PROBLEM REQUIREMENTS:
The line with "pub(super) fn note(&self, column: &str, key: &str)", the line with "or the nearest.", and all lines between them in the material below: return these exactly, and no others.

┄┄┄┄┄┄

//! What the JSON files beside and above a table say of it (BIDS inheritance principle).

use super::{FileError, FileProblem};
use crate::{Error, Result};
use serde_json::Value;
use std::collections::{BTreeMap, HashSet};
use std::path::{Component, Path, PathBuf};

/// A data set's root holds this file, and nothing above it applies.
const ROOT_MARK: &str = "dataset_description.json";

/// How many folders above the table's own are searched: a table lies in a modality's folder, that in a
/// session's, that in a participant's, that in the data set; one to spare.
const FOLDERS_ABOVE: usize = 4;

/// The merged sidecars of a table.
pub(super) struct Sidecar {
    /// Each key's value, and the file that it was taken from.
    values: BTreeMap<String, (Value, PathBuf)>,
    /// The files, the nearest last.
    pub(super) files: Vec<PathBuf>,
    nearest: PathBuf,
}

/// A BIDS file name: entities (`sub-01`, `task-rest`), then a suffix (`physio`).
struct Name<'a> {
    entities: Vec<&'a str>,
    suffix: &'a str,
}

impl Sidecar {
    /// Collects and merges. `table` is a file whose name ends in `.tsv` or `.tsv.gz`.
    ///
    /// A JSON file applies if it lies in the table's folder or in one above it, has the table's suffix,
    /// and has no entity that the table has not. What lies nearer wins, key by key at the top level; in
    /// one folder, more entities win, and two files with equally many are an error. The search ends with
    /// the first folder that holds `dataset_description.json`, or [`FOLDERS_ABOVE`] folders above the
    /// table's own.
    pub(super) fn collect(table: &Path, rule: &'static str) -> Result<Self> {
        let rule = FileProblem::FileName { rule };
        let stem = stem(table).ok_or_else(|| FileError::new(table, rule).into_error())?;
        let name = Name::parse(stem);
        let mut files = Vec::new();
        let folder = own_folder(table)?;
        for (above, folder) in folder.ancestors().take(FOLDERS_ABOVE + 1).enumerate() {
            match applicable(folder, &name) {
                Ok(found) => files.extend(found?),
                // Somebody else's folder is no part of this data set.
                Err(_) if above > 0 => break,
                Err(error) => return Err(FileError::io(folder, &error).into_error()),
            }
            if folder.join(ROOT_MARK).is_file() {
                break;
            }
        }
        let Some(nearest) = files.first().cloned() else {
            let expected = table.with_file_name(format!("{stem}.json"));
            return Err(FileError::new(table, FileProblem::NoSidecar { expected }).into_error());
        };
        files.reverse();
        let mut values = BTreeMap::new();
        for file in &files {
            for (key, value) in object(file)? {
                values.insert(key, (value, file.clone()));
            }
        }
        Ok(Self { values, files, nearest })
    }

    /// The table's columns: `Columns`, all of them named and none twice.
    pub(super) fn columns(&self) -> Result<Vec<String>> {
        let rule = "is required: a list of the columns' names";
        let list = self.values.get("Columns").and_then(|(value, _)| value.as_array());
        let list = list.filter(|list| !list.is_empty());
        let list = list.ok_or_else(|| self.wrong("Columns", "Columns", rule))?;
        let mut seen = HashSet::new();
        for value in list {
            let name = value.as_str().filter(|name| !name.is_empty());
            let name = name.ok_or_else(|| self.wrong("Columns", "Columns", rule))?;
            if !seen.insert(name) {
                let problem = FileProblem::DoubledColumn { column: name.to_owned() };
                return Err(FileError::new(self.origin("Columns"), problem).into_error());
            }
        }
        Ok(list.iter().filter_map(Value::as_str).map(str::to_owned).collect())
    }

    /// The text under `key`, as `parse` understands it; `None` if the key is absent.
    pub(super) fn word<T>(
        &self,
        key: &str,
        rule: &'static str,
        parse: impl Fn(&str) -> Option<T>,
    ) -> Result<Option<T>> {
        let Some((value, _)) = self.values.get(key) else { return Ok(None) };
        match value.as_str().and_then(parse) {
            Some(word) => Ok(Some(word)),
            None => Err(self.wrong(key, key, rule)),
        }
    }

    /// The number under `key`, if it passes `allowed`; `None` if the key is absent.
    pub(super) fn number(
        &self,
        key: &str,
        rule: &'static str,
        allowed: impl Fn(f64) -> bool,
    ) -> Result<Option<f64>> {
        let Some((value, _)) = self.values.get(key) else { return Ok(None) };
        match value.as_f64() {
            Some(number) if allowed(number) => Ok(Some(number)),
            _ => Err(self.wrong(key, key, rule)),
        }
    }

    /// `Units` of a column, as `parse` understands them; `None` if there are none.
    pub(super) fn unit<T>(
        &self,
        column: &str,
        known: &'static str,
        parse: impl Fn(&str) -> Option<T>,
    ) -> Result<Option<T>> {
        let units = self.values.get(column).and_then(|(value, _)| value.get("Units"));
        let Some(value) = units else { return Ok(None) };
        let Some(text) = value.as_str() else {
            return Err(self.wrong(column, &format!("{column}.Units"), "must be a text"));
        };
        match parse(text) {
            Some(unit) => Ok(Some(unit)),
            None => {
                let (column, unit) = (column.to_owned(), text.to_owned());
                let origin = self.origin(&column);
                let problem = FileProblem::UnknownUnit { column, unit, known };
                Err(FileError::new(origin, problem).into_error())
            }
        }
    }

    /// What a column's object says under `key`, if it is text.
    pub(super) fn note(&self, column: &str, key: &str) -> Option<String> {
        self.values.get(column)?.0.get(key)?.as_str().map(str::to_owned)
    }

    /// `key` breaks `rule`; the file that says so is the one that `top` was taken from, or the nearest.
    pub(super) fn wrong(&self, top: &str, key: &str, rule: &'static str) -> Error {
        let problem = FileProblem::Sidecar { key: key.to_owned(), rule };
        FileError::new(self.origin(top), problem).into_error()
    }

    pub(super) fn origin(&self, top: &str) -> &Path {
        self.values.get(top).map_or(&self.nearest, |(_, file)| file)
    }
}

impl<'a> Name<'a> {
    fn parse(stem: &'a str) -> Self {
        let mut entities: Vec<&str> = stem.split('_').collect();
        let suffix = entities.pop().unwrap_or(stem);
        Self { entities, suffix }
    }

    /// Whether a sidecar of this name applies to `table`.
    fn applies_to(&self, table: &Name<'_>) -> bool {
        self.suffix == table.suffix && self.entities.iter().all(|e| table.entities.contains(e))
    }
}

/// A table's name without its extension.
pub(super) fn stem(table: &Path) -> Option<&str> {
    let name = table.file_name()?.to_str()?;
    name.strip_suffix(".tsv.gz").or_else(|| name.strip_suffix(".tsv"))
}

/// The folder that a table lies in, from the root of the file system. The table itself may be a link to
/// somewhere else: its name and place are those that the caller gave.
fn own_folder(table: &Path) -> Result<PathBuf> {
    let failed = |error| FileError::io(table, &error).into_error();
    let table = std::path::absolute(table).map_err(failed)?;
    let folder = table.parent().unwrap_or(&table);
    if folder.components().any(|part| part == Component::ParentDir) {
        folder.canonicalize().map_err(failed)
    } else {
        Ok(folder.to_path_buf())
    }
}

/// The sidecars of one folder that apply, the one with most entities first. The outer error is that of
/// the folder, which cannot be listed.
fn applicable(folder: &Path, table: &Name<'_>) -> std::io::Result<Result<Vec<PathBuf>>> {
    let mut found: Vec<(usize, PathBuf)> = Vec::new();
    for entry in std::fs::read_dir(folder)? {
        let path = entry?.path();
        let stem = path.file_name().and_then(|name| name.to_str()?.strip_suffix(".json"));
        let Some(name) = stem.map(Name::parse) else { continue };
        if name.applies_to(table) && path.is_file() {
            found.push((name.entities.len(), path));
        }
    }
    found.sort_by(|(n, a), (m, b)| m.cmp(n).then_with(|| a.cmp(b)));
    for ((n, path), (m, other)) in found.iter().zip(found.iter().skip(1)) {
        if n == m {
            let problem = FileProblem::AmbiguousSidecars { other: other.clone() };
            return Ok(Err(FileError::new(path, problem).into_error()));
        }
    }
    Ok(Ok(found.into_iter().map(|(_, path)| path).collect()))
}

/// The JSON object in a file.
fn object(path: &Path) -> Result<serde_json::Map<String, Value>> {
    let bytes = std::fs::read(path).map_err(|error| FileError::io(path, &error).into_error())?;
    let text = match std::str::from_utf8(&bytes) {
        Ok(text) => text.trim_start_matches('\u{feff}'),
        Err(error) => {
            let valid = bytes.get(..error.valid_up_to()).unwrap_or_default();
            let line = 1 + valid.iter().filter(|&&byte| byte == b'\n').count() as u64;
            let problem = FileError::new(path, FileProblem::NotUtf8).on_line(line);
            return Err(problem.into_error());
        }
    };
    match serde_json::from_str(text) {
        Ok(Value::Object(object)) => Ok(object),
        Ok(_) => {
            let message = "the outermost value must be an object, {…}".to_owned();
            Err(FileError::new(path, FileProblem::NotJson { message }).into_error())
        }
        Err(error) => {
            // The library's message ends in its place, which the error carries in its own fields.
            let message = error.to_string();
            let message = message.rsplit_once(" at line ").map_or(&*message, |(says, _)| says);
            let problem = FileProblem::NotJson { message: message.to_owned() };
            let at = FileError::new(path, problem).on_line(error.line() as u64);
            Err(at.in_column(error.column()).into_error())
        }
    }
}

┄┄┄┄┄┄

YOUR SOLUTION:
    pub(super) fn note(&self, column: &str, key: &str) -> Option<String> {
        self.values.get(column)?.0.get(key)?.as_str().map(str::to_owned)
    }

    /// `key` breaks `rule`; the file that says so is the one that `top` was taken from, or the nearest.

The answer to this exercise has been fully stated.